─── Material for this exercise ───

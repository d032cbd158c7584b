"""Tables (CSV, Parquet) and one JSON document for downstream systems; every file written atomically.

The JSON schema is documented in docs/outputs.md; bump :data:`SCHEMA_VERSION` on any change to it.
"""

from __future__ import annotations

import datetime as _dt
import json
import math
import os
import tempfile
from collections.abc import Callable, Mapping, Sequence
from pathlib import Path
from typing import Any

import numpy as np
import pandas as pd

from trimtab._validation import list_labels
from trimtab._version import __version__
from trimtab.attribution import HEADLINE_FIGURES, RiskAttribution, compare_many, figure_label
from trimtab.errors import InputError
from trimtab.report._content import CAUTION, DESK_FIGURES, gather, group_columns, warning_records
from trimtab.report._overlay_section import overlay_comparison_rows, overlay_document, overlay_tables
from trimtab.report._stress import stress_frame, stress_records
from trimtab.report._relaxation import Unsolved, is_unsolved, split_subjects, unsolved

#: Version of the JSON document layout described in docs/outputs.md.
SCHEMA_VERSION = "1.2"
#: Table formats :func:`write_tables` can write.
TABLE_FORMATS = ("csv", "parquet")


# ---------------------------------------------------------------------- atomic writes
def atomic_write(path: Path, write: Callable[[Path], object]) -> Path:
    """Call ``write(temporary_path)`` in the target folder, then rename it over ``path``.

    A failure leaves no partial file behind and any earlier file at ``path`` untouched.
    """
    path = Path(path)
    if not path.parent.exists():
        raise InputError(f"report: folder does not exist: {path.parent}")
    fd, tmp_name = tempfile.mkstemp(prefix=f".{path.name}.", suffix=".tmp", dir=path.parent)
    os.close(fd)
    tmp = Path(tmp_name)
    # mkstemp creates the file private (0600); give the final file the usual mode under the umask.
    umask = os.umask(0)
    os.umask(umask)
    os.chmod(tmp, 0o666 & ~umask)
    try:
        write(tmp)
        os.replace(tmp, path)
    except BaseException:
        tmp.unlink(missing_ok=True)
        raise
    return path


def atomic_write_text(path: Path, text: str) -> Path:
    """Write ``text`` as UTF-8 to ``path`` through a temporary file."""
    return atomic_write(Path(path), lambda tmp: tmp.write_text(text, encoding="utf-8"))


# ---------------------------------------------------------------------- tables
def report_tables(subject: Any) -> dict[str, pd.DataFrame]:
    """The tables :func:`write_tables` writes, by file stem (see docs/outputs.md for each).

    A mapping name → result (a comparison) gives one table, ``comparison`` (:func:`comparison_table`).
    An ``InfeasibleError`` or ``SolverError`` gives one table, ``relaxation`` (raw numbers, in each
    limit's unit as the optimizer states it; empty for a solver failure).
    """
    if is_unsolved(subject):
        return {"relaxation": unsolved(subject).relaxation}
    if isinstance(subject, Mapping):
        return {"comparison": comparison_table(subject)}
    content = gather(subject)
    tables: dict[str, pd.DataFrame] = {"headline": content.headline}
    for prefix, attr in (("pre_trade", content.pre), ("post_trade", content.post)):
        if attr is None:
            continue
        stem = prefix if content.is_rebalance else "attribution"
        tables[f"{stem}_by_factor"] = attr.by_factor
        tables[f"{stem}_by_factor_group"] = attr.by_factor_group
        tables[f"{stem}_by_asset"] = attr.by_asset
        for column in group_columns(attr, content.scenario):
            tables[f"{stem}_by_{_stem(column)}"] = attr.by_group(column)
    if content.orders is not None:
        fit = content.rounding is None or content.rounding.get("fit_to_send", True)
        tables["trades" if fit else "trades_not_fit_to_send"] = content.orders
    if content.target_book is not None:
        tables["target_book"] = content.target_book
    if content.figures is not None:
        tables["figures"] = content.figures
    if content.trade_summary is not None:
        tables["trade_summary"] = content.trade_summary
    if content.constraints is not None:
        tables["constraints"] = content.constraints
    if content.objective is not None:
        tables["objective"] = content.objective.to_frame("value").rename_axis("term")
    if content.verification is not None:
        tables["verification"] = content.verification
    if content.checks is not None:
        tables["limits"] = content.checks
    if content.warnings:
        tables["warnings"] = pd.DataFrame(
            [{"kind": w["kind"], "message": w["message"]} for w in content.warnings]
        )
    if (stress := stress_frame(subject)) is not None:
        tables["stress"] = stress
    tables.update(overlay_tables(subject))
    return tables


def write_tables(
    subject: Any,
    out_dir: str | Path,
    formats: Sequence[str] = TABLE_FORMATS,
    *,
    file_format: str | None = None,
) -> list[Path]:
    """Write the report's tables as CSV and/or Parquet files into ``out_dir`` (created if missing).

    Parameters
    ----------
    subject : RebalanceResult, RiskAttribution, InfeasibleError, SolverError, or Mapping[str, any of them]
        An error writes its relaxation table only; a mapping (a comparison) writes
        ``comparison.<format>``, every scenario with its status.
    out_dir : str or Path
    formats : sequence of {"csv", "parquet"}
    file_format : {"csv", "parquet"}, optional
        One format; when given it replaces ``formats``.

    Returns
    -------
    list of Path
        The files written, ``<table>.<format>`` per table of :func:`report_tables`.

    Raises
    ------
    InputError
        If a format is unknown, ``out_dir`` is a file, or ``subject`` cannot be reported on.
    """
    if file_format is not None:
        formats = (file_format,)
    if isinstance(formats, str):
        formats = (formats,)
    unknown = [f for f in formats if f not in TABLE_FORMATS]
    if unknown or not formats:
        raise InputError(
            f"write_tables: formats must be among {', '.join(TABLE_FORMATS)}, got {list_labels(unknown) or 'none'}"
        )
    out = Path(out_dir)
    if out.exists() and not out.is_dir():
        raise InputError(f"write_tables: out_dir is a file, expected a folder: {out}")
    tables = report_tables(subject)
    out.mkdir(parents=True, exist_ok=True)
    written = []
    for stem, table in tables.items():
        for fmt in formats:
            target = out / f"{stem}.{fmt}"
            # atomic_write calls the writer before returning, so the closures see this loop's table.
            shaped, keep_index = named_index(table)
            if fmt == "csv":
                atomic_write(target, lambda tmp: shaped.to_csv(tmp, index=keep_index))
            else:
                atomic_write(target, lambda tmp: _parquet_ready(shaped).to_parquet(tmp, index=keep_index))
            written.append(target)
    return written


def named_index(table: pd.DataFrame) -> tuple[pd.DataFrame, bool]:
    """A table ready for a file whose first column always has a header: a plain row number is left
    out, an unnamed index is called ``label``."""
    if isinstance(table.index, pd.RangeIndex) and table.index.name is None:
        return table, False
    if table.index.name is None and table.index.nlevels == 1:
        return table.rename_axis("label"), True
    return table, True


def _stem(label: str) -> str:
    """A file-name-safe version of an attribute name."""
    return "".join(ch if ch.isalnum() or ch in "-_" else "_" for ch in label.lower())


def _parquet_ready(table: pd.DataFrame) -> pd.DataFrame:
    """Object columns of mixed types become strings, so Parquet's typed columns accept them."""
    out = table.copy()
    for column in out.columns:
        if out[column].dtype == object:
            kinds = {type(v) for v in out[column].dropna()}
            if len(kinds) > 1:
                out[column] = out[column].map(lambda v: v if v is None else str(v))
    return out


# ---------------------------------------------------------------------- JSON
def report_document(subject: Any) -> dict[str, Any]:
    """The JSON document of :func:`write_json` as plain Python objects (NaN → None)."""
    if is_unsolved(subject):
        return _unsolved_document(unsolved(subject))
    if isinstance(subject, Mapping):
        return _comparison_document(subject)
    content = gather(subject)
    budget = content.risk_budget
    document: dict[str, Any] = {
        "schema_version": SCHEMA_VERSION,
        "document": "trimtab.report",
        "kind": content.kind,
        "generated_by": {"package": "trimtab", "version": __version__},
        "created_utc": _dt.datetime.now(_dt.UTC).strftime("%Y-%m-%dT%H:%M:%SZ"),
        "cautions": [CAUTION],
        "run": content.run or None,
        "risk_budget": None
        if budget is None
        else {"name": budget.name, "cap": budget.cap, "pre": budget.pre, "post": budget.post, "used": budget.used},
        "relaxation": None,
        "headline": _records(content.headline, "figure"),
        "attribution": {
            "pre_trade": _attribution_document(content.pre, content.scenario),
            "post_trade": _attribution_document(content.post, content.scenario),
        },
        "figures": _records(content.figures, "figure"),
        "warnings": content.warnings,
        "context": content.context,
        "trades": _records(content.orders, "asset"),
        "trades_unit": "shares" if content.orders_in_shares else "weights",
        "rounding": None if content.rounding is None else {
            **{k: v for k, v in content.rounding.items() if k not in ("largest_changes", "breached")},
            "breached": _records(content.rounding["breached"], None),
            "largest_changes": _records(content.rounding["largest_changes"], "asset"),
        },
        "target_book": _records(content.target_book, "asset"),
        "trade_summary": _records(content.trade_summary, None),
        "constraints": _records(content.constraints, None),
        "objective": None if content.objective is None else dict(content.objective.items()),
        "verification": _records(content.verification, None),
        "limits": _records(content.checks, "limit"),
        "stress": stress_records(subject),
        "overlay": overlay_document(subject),
        "provenance": content.provenance,
        "scenario": content.scenario,
    }
    return _plain(document)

───

--- What you need to do ---
What are the lines, exactly as written above, from the line with "from trimtab.errors import InputError" to the line with "from trimtab.report._stress import", both included? Output only those.

--- Output for this exercise ---
from trimtab.errors import InputError
from trimtab.report._content import CAUTION, DESK_FIGURES, gather, group_columns, warning_records
from trimtab.report._overlay_section import overlay_comparison_rows, overlay_document, overlay_tables
from trimtab.report._stress import stress_frame, stress_records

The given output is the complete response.